[Exercise instructions]
Copy out every line from the records that includes "target".
Records for the exercise below:
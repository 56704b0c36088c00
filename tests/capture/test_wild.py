"""Real recordings beside the project, against the values read from them by hand."""

from __future__ import annotations

import json
from pathlib import Path
from typing import Any

import numpy as np
import pytest

from benchfit.capture import read
from benchfit.errors import CaptureError

WILD = Path(__file__).parents[2].parent / "shared" / "wild"
EXPECTED = WILD / "expected.json"
FILES: list[dict[str, Any]] = json.loads(EXPECTED.read_text())["files"] if EXPECTED.exists() else []
# What the user has to tell of a file that cannot tell it.
OPTIONS: dict[str, dict[str, Any]] = {"real02.csv": {"interval": 1e-3}}
# Names as the contract wants them: the header's without its unit, CH1, CH2, … where it has none.
NAMES = {
    "real01.csv": ("1", "2"), "real02.csv": ("CH1", "CH2"), "real03.csv": ("CH1",), "real04.csv": ("CH1",),
    "real05.csv": ("CH1", "CH2"), "real06.csv": ("CH1", "CH2"), "real07.csv": ("CH1", "CH2"), "real08.csv": ("C1", "C2"),
    "real09.csv": ("ch1", "ch2"), "real10.csv": ("Kanal A", "Kanal B"), "real14.csv": ("CH1",),
}  # fmt: skip

pytestmark = pytest.mark.skipif(not FILES, reason=f"the real recordings are not at hand: no {EXPECTED}")


@pytest.fixture(params=FILES, ids=lambda file: file["file"])
def file(request: pytest.FixtureRequest) -> dict[str, Any]:
    """One entry of the table of expected values."""
    return request.param


def _allowed(expected: dict[str, Any], key: str) -> list[float]:
    also = expected.get("also_acceptable", {}).get("rows" if key == "data_rows" else key, [])
    return [expected[key], *also]


def test_real_file(file: dict[str, Any]) -> None:
    name, expected = file["file"], file["expected"]
    if file["role"] == "reject" or expected.get("also_acceptable", {}).get("refuse_time"):
        with pytest.raises(CaptureError) as error:
            read(WILD / name)
        assert name in error.value.says
        return
    capture = read(WILD / name, **OPTIONS.get(name, {}))
    assert capture.samples in _allowed(expected, "data_rows")
    assert tuple(channel.name for channel in capture.channels) == NAMES[name]
    assert any(
        capture.interval == pytest.approx(value, rel=1e-3)
        for value in _allowed(expected, "sample_interval_s")
    )
    if expected["first_time_s"] is not None:
        assert capture.start == pytest.approx(expected["first_time_s"], abs=1e-3 * capture.interval)
        end = capture.start + (capture.samples - 1) * capture.interval
        assert end == pytest.approx(expected["last_time_s"], abs=1.01 * capture.interval)
    _check_extremes(capture, expected, envelope=capture.samples != expected["data_rows"])


def _check_extremes(capture: Any, expected: dict[str, Any], envelope: bool) -> None:
    columns = expected["min_max"]
    kept = [column for column in columns if "Peak Detect" not in column["channel"]]
    assert len(capture.channels) == len(kept)
    for channel, column in zip(capture.channels, kept, strict=True):
        assert channel.unit == column["unit"]
        assert channel.minimum == pytest.approx(column["min"], rel=1e-9, abs=1e-12)
        assert channel.maximum == pytest.approx(column["max"], rel=1e-9, abs=1e-12)
        inside = column["min"] < np.min(channel.values) and np.max(channel.values) < column["max"]
        assert inside == envelope


def test_increments_are_added_up_when_the_user_says_so() -> None:
    """The discharge of which the table gives a fit of its own: 11.8 ms over the first 30 ms (own_reading)."""
    capture = read(WILD / "real11.csv", columns={"increment": 0, "uc": 1})
    assert {"increments", "uneven-time"} <= {remark.code for remark in capture.warnings}
    assert capture.start == pytest.approx(4e-6)
    assert capture.start + (capture.samples - 1) * capture.interval == pytest.approx(0.100108, rel=1e-2)
    early = capture.time < 0.03
    slope = np.polyfit(capture.time[early], np.log(capture.channels[0].values[early]), 1)[0]
    assert -1 / slope == pytest.approx(11.8e-3, rel=0.02)


def test_the_file_without_time_is_not_given_one() -> None:
    with pytest.raises(CaptureError, match="--interval"):
        read(WILD / "real02.csv")
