"""Sheet → build: the circuit's defaults filled in."""

from __future__ import annotations

from dataclasses import replace

from benchfit.circuits.model import Circuit, Part
from benchfit.errors import SheetError
from benchfit.quantity import Spread, Toleranced, parse, parse_spread
from benchfit.sheet.alternatives import left_out
from benchfit.sheet.model import Build, Sheet


def complete(sheet: Sheet) -> Build:
    """See :meth:`Sheet.build`."""
    circuit = sheet.circuit
    if circuit is None:
        says = f'{sheet.path or "build sheet"}: the circuit is missing; say which with circuit = "…"'
        raise SheetError(says, path=sheet.path, key="circuit")
    absent = sheet.absent | (left_out(circuit, sheet.parts) - set(sheet.parts))
    parts = dict(sheet.parts)
    following: list[Part] = []
    parasitics: list[str] = []
    for part in circuit.parts:
        if part.name in parts or part.name in absent:
            continue
        if part.nominal == "absent":
            parasitics.append(part.name)
        elif part.base is not None:
            following.append(part)
        elif part.nominal is not None:
            default = parse(part.nominal, part.unit, key=part.name, default_tolerance=part.tolerance)
            parts[part.name] = replace(default, stated=False)
        else:
            absent |= {part.name}
    spreads = _follow(circuit, parts, following)
    return Build(
        circuit=circuit,
        parts={p.name: parts[p.name] for p in circuit.parts if p.name in parts},
        given=frozenset(sheet.parts),
        absent=frozenset(absent),
        parasitics=tuple(parasitics),
        spreads=spreads,
    )


def _follow(circuit: Circuit, parts: dict[str, Toleranced], following: list[Part]) -> dict[str, Spread]:
    """Add the defaults that follow other parts; one that follows another waits until that is there."""
    import numpy as np

    spreads: dict[str, Spread] = {}
    waiting = list(following)
    while waiting:
        later = []
        for part in waiting:
            assert part.base is not None
            try:
                nominal = float(part.base({name: np.asarray(value.nominal) for name, value in parts.items()}))
            except KeyError:
                later.append(part)
                continue
            spread = parse_spread(part.nominal or part.tolerance, part.unit, key=part.name)
            spreads[part.name] = spread
            parts[part.name] = spread.about(nominal)
        if len(later) == len(waiting):
            names = ", ".join(part.name for part in later)
            says = f"the default of {names} follows parts that are not there; give {names} in [parts]"
            raise SheetError(f"circuit {circuit.name}: {says}", path="", key="parts")
        waiting = later
    return spreads
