"""What an explanation is: frozen results in base SI units, ready to be shown or recorded."""

from __future__ import annotations

from collections.abc import Mapping
from dataclasses import dataclass, field

from benchfit.errors import Remark


@dataclass(frozen=True)
class Quantity:
    """A value with its standard uncertainty (k = 1) and unit; ``u_noise`` is the record's own share (type
    A)."""

    value: float
    u: float | None
    unit: str
    u_noise: float | None = None


@dataclass(frozen=True)
class PartFound:
    """A part as the build turns out to have it.

    ``nominal`` and ``limits`` as the sheet states them (None for an absent parasitic); ``deviation`` =
    value/nominal − 1; ``within``: inside its limits; ``known_from``: "capture", "reading" or "build sheet".
    """

    name: str
    value: float | None
    u: float | None
    unit: str
    nominal: float | None
    limits: tuple[float, float] | None
    deviation: float | None
    within: bool | None
    known_from: str


@dataclass(frozen=True)
class Share:
    """One cause's share of a miss, as a fraction of the target, with its u."""

    cause: str
    share: float
    u: float | None


@dataclass(frozen=True)
class Miss:
    """on_paper + all shares + unexplained = miss; all but target and built are fractions of the target."""

    target: float
    built: float | None
    miss: float | None
    on_paper: float | None
    shares: tuple[Share, ...] = ()
    unexplained: float | None = None
    limits: tuple[float, float] | None = None


@dataclass(frozen=True)
class Suspect:
    """A hypothesis of which parts are off: ``change`` is effective/nominal − 1, a parasitic's value in SI."""

    causes: tuple[str, ...]
    change: Mapping[str, float]
    probability: float
    says: str


@dataclass(frozen=True)
class RuledOut:
    """What was looked for and what in the data speaks against it."""

    cause: str
    by: str


@dataclass(frozen=True)
class NextReading:
    """A reading a bench can give, and the expected rise of the first suspect's probability."""

    reading: str
    node_or_part: str
    would_settle: float


@dataclass(frozen=True)
class Remedy:
    """A standard value that brings the build onto its target, with what it should then do."""

    part: str
    before: float
    after: float
    series: str
    predicts: Mapping[str, Quantity]


@dataclass(frozen=True)
class Candidate:
    """A circuit that could have made this waveform, where no sheet names one; scores sum to 1."""

    circuit: str
    score: float


@dataclass(frozen=True)
class CaptureFacts:
    """What the record says of the capture that was explained (section 5, ``capture``)."""

    path: str
    samples: int
    interval: float
    channels: tuple[Mapping[str, object], ...]
    cycles: float | None


@dataclass(frozen=True)
class Explanation:
    """The whole answer for one capture (or one joint set): section 5 of the contract, as data.

    ``measured`` maps the contract's names to quantities (None where unknown). ``model`` holds the fitted
    circuit's curve of one cycle for drawing, {node: (times from the cycle's start, volts)}, and under
    "nominal:NODE" that of the sheet's nominal parts.
    """

    captures: tuple[CaptureFacts, ...]
    oscillates: bool
    measured: Mapping[str, Quantity | None]
    circuit: str | None
    title: str = ""
    candidates: tuple[Candidate, ...] = ()
    parts: tuple[PartFound, ...] = ()
    unseparated: tuple[tuple[str, ...], ...] = ()
    miss: Mapping[str, Miss] | None = None
    suspects: tuple[Suspect, ...] = ()
    settled: bool | None = None
    ruled_out: tuple[RuledOut, ...] = ()
    next_readings: tuple[NextReading, ...] = ()
    remedies: tuple[Remedy, ...] = ()
    without_probe: Mapping[str, Quantity] | None = None
    verdict: str | None = None
    warnings: tuple[Remark, ...] = ()
    record_notes: Mapping[str, str] = field(default_factory=dict)
    finding: str = ""
    model: Mapping[str, tuple[tuple[float, ...], tuple[float, ...]]] = field(default_factory=dict)
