"""A Gaussian as a few points: what a nonlinear function of the state makes of its spread."""

from __future__ import annotations

import numpy as np

from benchfit.explain.model import Array


def principal_points(mean: Array, covariance: Array) -> Array:
    """The mean, then the mean moved along each principal axis by its standard deviation: shape (1 + axes, n).

    For a function f, the sum of (f(point) − f(mean))² over the axes is the first-order variance of f (JCGM 100, 5.2).
    """
    values, vectors = np.linalg.eigh(0.5 * (covariance + covariance.T))
    axes = (vectors * np.sqrt(np.maximum(values, 0.0)))[:, values > 0]
    return np.vstack([mean, mean + axes.T])
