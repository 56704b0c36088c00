"""Which circuit could have made this waveform, where no sheet names one: scores from the waveform alone."""

from __future__ import annotations

import math

from benchfit import circuits
from benchfit.circuits.model import Features
from benchfit.cycle.constants import CycleConstants
from benchfit.explain.result import Candidate


def features_of(constants: CycleConstants) -> Features:
    """What can be told from the waveform, on scales that no part's value changes."""

    def get(name: str) -> float | None:
        return constants.value(name) if name in constants else None

    upper, lower = get("upper"), get("lower")
    period = constants.value("period")
    share = get("charge_share")
    ratios: dict[str, float | None] = {"charge": None, "discharge": None}
    asymptotes: dict[str, float | None] = {"charge": None, "discharge": None}
    taus: dict[str, float | None] = {"charge": None, "discharge": None}
    if share is not None and upper is not None and lower is not None:
        for word, part, start, end in (
            ("charge", share, lower, upper),
            ("discharge", 1 - share, upper, lower),
        ):
            kappa = get(f"{word}_curvature")
            start = get(f"{word}_start") or start
            if kappa is None:
                continue
            x = kappa * part * period
            ratios[word] = x
            if kappa > 2 * constants.u(f"{word}_curvature"):
                asymptotes[word] = start + (end - start) / -math.expm1(-x)
                taus[word] = 1 / kappa
    return Features(
        upper=upper,
        lower=lower,
        charge_share=share,
        high_share=get("high_share"),
        high=get("high"),
        low=get("low"),
        charge_bend=ratios["charge"],
        discharge_bend=ratios["discharge"],
        charge_asymptote=asymptotes["charge"],
        discharge_asymptote=asymptotes["discharge"],
        charge_tau=taus["charge"],
        discharge_tau=taus["discharge"],
        jumps="charge_start" in constants and "discharge_start" in constants,
        holds=any(n.startswith("base") for n in constants.spans),
    )


def candidates_of(constants: CycleConstants) -> tuple[Candidate, ...]:
    """Circuits with their scores, best first; scores sum to 1."""
    seen = features_of(constants)
    scores = {name: max(circuits.get(name).likeness(seen), 0.0) for name in circuits.names()}
    total = sum(scores.values())
    if total <= 0:
        return ()
    ranked = sorted(scores.items(), key=lambda pair: -pair[1])
    return tuple(Candidate(name, score / total) for name, score in ranked if score / total > 0.02)
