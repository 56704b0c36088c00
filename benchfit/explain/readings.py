"""What to read next: for each reading that a bench can give, how far it should raise the first probability.

Under the present posterior each live hypothesis predicts the reading with a spread; readings are drawn from the
mixture and the first probability that each would leave is averaged (preposterior analysis; Lindley 1956).
"""

from __future__ import annotations

from collections.abc import Iterator, Sequence
from dataclasses import dataclass, replace

import numpy as np

from benchfit.explain.model import Array, Model, View
from benchfit.explain.parts import Averaged
from benchfit.explain.result import NextReading
from benchfit.explain.spread import principal_points

# Meters as they stand on a bench (common practice): limits as a fraction of the reading.
METER = {
    "resistor": 0.005,
    "capacitor": 0.02,
    "supply": 0.003,
    "level": 0.01,
    "threshold": 0.02,
    "current": 0.01,
}
DRAWS = 60
WORTH = 0.005


@dataclass(frozen=True)
class _Offer:
    reading: str
    about: str
    cost: float


def next_readings(model: Model, averaged: Averaged, readings: Sequence[str]) -> tuple[NextReading, ...]:
    """The readings worth taking, best first."""
    if len(averaged.live) < 2:
        return ()
    rng = np.random.default_rng(20)
    found = []
    for offer, means, covariances in _offers(model, averaged, readings):
        rise = _expected_rise(averaged.weights, means, covariances, rng)
        if rise >= WORTH:
            found.append((rise - offer.cost, NextReading(offer.reading, offer.about, float(rise))))
    found.sort(key=lambda pair: -pair[0])
    return tuple(f for _, f in found[:5])


Predicted = tuple["_Offer", list[Array], list[Array]]


def _offers(model: Model, averaged: Averaged, readings: Sequence[str]) -> Iterator[Predicted]:
    for i, p in enumerate(model.parameters):
        kind = p.part.kind if p.part else ""
        if kind in METER and p.name not in readings:
            how = {
                "resistor": "resistance, one end lifted",
                "capacitor": "capacitance, out of circuit, at its working frequency",
                "supply": "d.c. voltage at the pin",
                "level": "level of the unloaded output",
                "threshold": "threshold, by itself",
                "current": "current, by a meter in its leg",
            }[kind]
            means = [np.array([w.mean[i]]) for w in averaged.live]
            scale = 1.0 if p.coordinate == "log" else max(abs(p.nominal), 1e-12)
            noise = (METER[kind] * scale / np.sqrt(3)) ** 2
            yield (
                _Offer(f"{how}: {p.name}", p.name, {"threshold": 0.2, "capacitor": 0.02}.get(kind, 0.0)),
                means,
                [np.array([[w.covariance[i, i] + noise]]) for w in averaged.live],
            )
    view = model.views[0]
    node = next((n for n in model.circuit.nodes if n.shape != "square"), None)
    if node is None:
        return
    if not view.timing:
        seen = replace(view, timing=node.name, shape=node.shape, loads={})
        offer = _Offer(f"capture the {node.name} node (d.c. coupled, ×10 probe)", node.name, 0.0)
        yield from _capture_offer(model, averaged, seen, offer)
    elif view.loads:
        words = "frequency with the probe lifted (at the output, or by a ×100 probe)"
        yield from _capture_offer(
            model, averaged, view.without_probe(), _Offer(words, view.timing, 0.0), True
        )
    capacitor = view.capacitor
    nominal = float(model.values(model.nominal)[capacitor])
    added = _Added(model, replace(view, timing=view.timing or node.name), 0.5 * nominal)
    yield from added.offers(averaged, capacitor)


def _vector(model: Model, view: View, states: Array, period_only: bool) -> Array:
    found = model.constants_of(view, model.values(states))
    rows = [np.log(found["period"])]
    if not period_only:
        for name in ("charge_share", "high_share"):
            if name in found:
                rows.append(found[name])
        for name in ("upper", "lower"):
            if name in found:
                rows.append(found[name] / model.swing)
        for name in ("charge_curvature", "discharge_curvature"):
            if name in found:
                rows.append(found[name] * found["period"] / 2)
    return np.stack([np.broadcast_to(r, states.shape[:-1]) for r in rows], axis=-1)


def _noise(size: int) -> Array:
    """Typical spread of what a second capture gives: 5e-4 in ln T, 0.1 % share, 1 % of the swing, 2 % bend."""
    typical = [5e-4, 1e-3, 1e-3, 0.01, 0.01, 0.02, 0.02]
    return np.diag(np.square(typical[:size] if size == 1 else (typical + [0.02] * size)[:size]))


def _capture_offer(
    model: Model, averaged: Averaged, view: View, offer: _Offer, period_only: bool = False
) -> Iterator[Predicted]:
    means, covariances = [], []
    for w in averaged.live:
        with np.errstate(all="ignore"):
            points = _vector(model, view, principal_points(w.mean, w.covariance), period_only)
        if not np.all(np.isfinite(points[0])):
            return
        moves = np.nan_to_num(points[1:] - points[0])
        means.append(points[0])
        covariances.append(moves.T @ moves + _noise(points.shape[1]))
    yield offer, means, covariances


@dataclass(frozen=True)
class _Added:
    """The same capture with a known capacitor across the timing one: T goes by the whole resistance."""

    model: Model
    view: View
    extra: float

    def offers(self, averaged: Averaged, capacitor: str) -> Iterator[Predicted]:
        means, covariances = [], []
        for w in averaged.live:
            states = principal_points(w.mean, w.covariance)
            with np.errstate(all="ignore"):
                values = self.model.values(states)
                bare = self.model.constants_of(self.view, values)["period"]
                more = {**values, capacitor: values[capacitor] + self.extra}
                full = self.model.constants_of(self.view, more)["period"]
                points = np.log(full / bare)[:, None]
            if not np.isfinite(points[0, 0]):
                return
            moves = np.nan_to_num(points[1:] - points[0])
            means.append(points[0])
            covariances.append(moves.T @ moves + np.array([[5e-3**2]]))
        from benchfit.quantity import si

        yield (
            _Offer(
                f"the same capture with a known capacitor of about {si(self.extra, 'F')} across {capacitor}",
                capacitor,
                0.01,
            ),
            means,
            covariances,
        )


def _expected_rise(
    weights: Array, means: Sequence[Array], covariances: Sequence[Array], rng: np.random.Generator
) -> float:
    """E[largest posterior probability after the reading] − the largest now."""
    factors = [np.linalg.cholesky(c + (1e-9 * np.trace(c) + 1e-30) * np.eye(len(c))) for c in covariances]
    total = 0.0
    for q, mean, factor in zip(weights, means, factors, strict=True):
        draws = mean + rng.standard_normal((DRAWS, mean.size)) @ factor.T
        logs = []
        for p, other, root in zip(weights, means, factors, strict=True):
            white = np.linalg.solve(root, (draws - other).T)
            logs.append(np.log(p) - 0.5 * np.sum(white**2, axis=0) - np.sum(np.log(np.diag(root))))
        table = np.array(logs)
        table = np.exp(table - table.max(axis=0))
        total += q * float(np.mean(table.max(axis=0) / table.sum(axis=0)))
    return max(total - float(np.max(weights)), 0.0)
End of Records for the exercise.
[Finished task]
    """One cause's share of a miss, as a fraction of the target, with its u."""
    """on_paper + all shares + unexplained = miss; all but target and built are fractions of the target."""
    target: float
    """A standard value that brings the build onto its target, with what it should then do."""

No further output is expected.